I’m trying that out today as well. Wanted to do some colour adjustment, so I exported a file in 16 bit integer TIFF and imported it into Krita. From there it’s raster program usage as normal. 16 bit PNG would probably work as well.

Perhaps because all drawn masks are implemented as vector paths? Keep in mind that the drawn masks can be re-used individually in other modules, which means each mask must be kept separate.

Also, masks must be stored with the edit instructions. Paths are much more compact to store than raster masks.

2 Likes

Smoothing - low, then medium below, high at the bottom.

2 Likes

I stand corrected! I vote a motion to make this option more discoverable and to make it possible to set it at the stroke level.

Do you find it effective?

1 Like

Ok, that helps to understand it better.

That definitely makes it easier and a bit clearer. But it’s still pretty slow.

Here is an example where I tried to create a relatively simple shape with few nodes.

Not only is moving the mask quite delayed, but exposure also becomes very slow.

Another general problem is that you can’t see the feathering, and as I understand it, there are no pressure levels either with stylus.

FIf anyone says, “No one uses styluses anyway,” then I would have to say, “No wonder ;)”

Perhaps there is an opportunity to acknowledge the “problem” and work together on a solution?

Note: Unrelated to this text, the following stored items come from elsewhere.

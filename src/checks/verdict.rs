//! What a requirement comes to.

use std::fmt;

/// What a requirement comes to, the worst first.
#[derive(Debug, Clone, Copy, PartialEq, Eq, PartialOrd, Ord, Hash)]
pub enum Verdict {
    /// It breaks somewhere in the range of the facts, whatever the guesses are within their limits.
    Fails,
    /// It breaks with the guesses at their nominal values.
    Doubtful,
    /// A figure is missing and the rest does not decide.
    Unknown,
    /// It breaks only at the far end of a guess.
    Tight,
    /// It breaks nowhere.
    Holds,
}

/// How much a verdict matters.
#[derive(Debug, Clone, Copy, PartialEq, Eq, PartialOrd, Ord, Hash)]
pub enum Level {
    /// The board will not do as drawn.
    Error,
    /// It hangs on a guess, and the guess speaks against it.
    Warning,
    /// Something to settle.
    Note,
}

impl Verdict {
    /// Every verdict, the worst first.
    pub const ALL: [Self; 5] = [Self::Fails, Self::Doubtful, Self::Unknown, Self::Tight, Self::Holds];

    /// Its name in results and in cases.
    #[must_use]
    pub fn name(self) -> &'static str {
        match self {
            Self::Fails => "fails",
            Self::Doubtful => "doubtful",
            Self::Unknown => "unknown",
            Self::Tight => "tight",
            Self::Holds => "holds",
        }
    }

    /// The verdict of a name.
    #[must_use]
    pub fn of_name(name: &str) -> Option<Self> {
        Self::ALL.into_iter().find(|verdict| verdict.name() == name)
    }

    /// The verdict under a cap: no worse than `cap`. What is unknown stays so, it is a note already.
    #[must_use]
    pub fn at_most(self, cap: Self) -> Self {
        if self == Self::Unknown && cap != Self::Holds { self } else { self.max(cap) }
    }

    /// Its level; what holds has none.
    #[must_use]
    pub fn level(self) -> Option<Level> {
        match self {
            Self::Fails => Some(Level::Error),
            Self::Doubtful => Some(Level::Warning),
            Self::Unknown | Self::Tight => Some(Level::Note),
            Self::Holds => None,
        }
    }
}

impl fmt::Display for Verdict {
    fn fmt(&self, formatter: &mut fmt::Formatter<'_>) -> fmt::Result {
        formatter.write_str(self.name())
    }
}

impl Level {
    /// Its name in results.
    #[must_use]
    pub fn name(self) -> &'static str {
        match self {
            Self::Error => "error",
            Self::Warning => "warning",
            Self::Note => "note",
        }
    }
}

impl fmt::Display for Level {
    fn fmt(&self, formatter: &mut fmt::Formatter<'_>) -> fmt::Result {
        formatter.write_str(self.name())
    }
}

#[cfg(test)]
mod tests {
    use super::*;

    #[test]
    fn a_cap_mildens_and_leaves_what_is_unknown() {
        assert_eq!(Verdict::Fails.at_most(Verdict::Doubtful), Verdict::Doubtful);
        assert_eq!(Verdict::Doubtful.at_most(Verdict::Tight), Verdict::Tight);
        assert_eq!(Verdict::Unknown.at_most(Verdict::Tight), Verdict::Unknown);
        assert_eq!(Verdict::Tight.at_most(Verdict::Doubtful), Verdict::Tight);
        assert_eq!(Verdict::Holds.at_most(Verdict::Fails), Verdict::Holds);
    }
}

It doesn’t necessarily have to be a quick fix, but perhaps it’s worth thinking about.
Maybe there is also a developer who has more information about this design decision.

1 Like

This question arose again a few days ago; the mask manager should have a ‘pressure’ option but it’s not there in your video. Pressure can control size, opacity or hardness.

It seems like the pen stroke isn’t laggy, but changing the mask location and mask/module properties afterwards is slow?

First pen stroke is fast, but it show no feathering.

OK, I’ll check if a setting is missing. Thank you.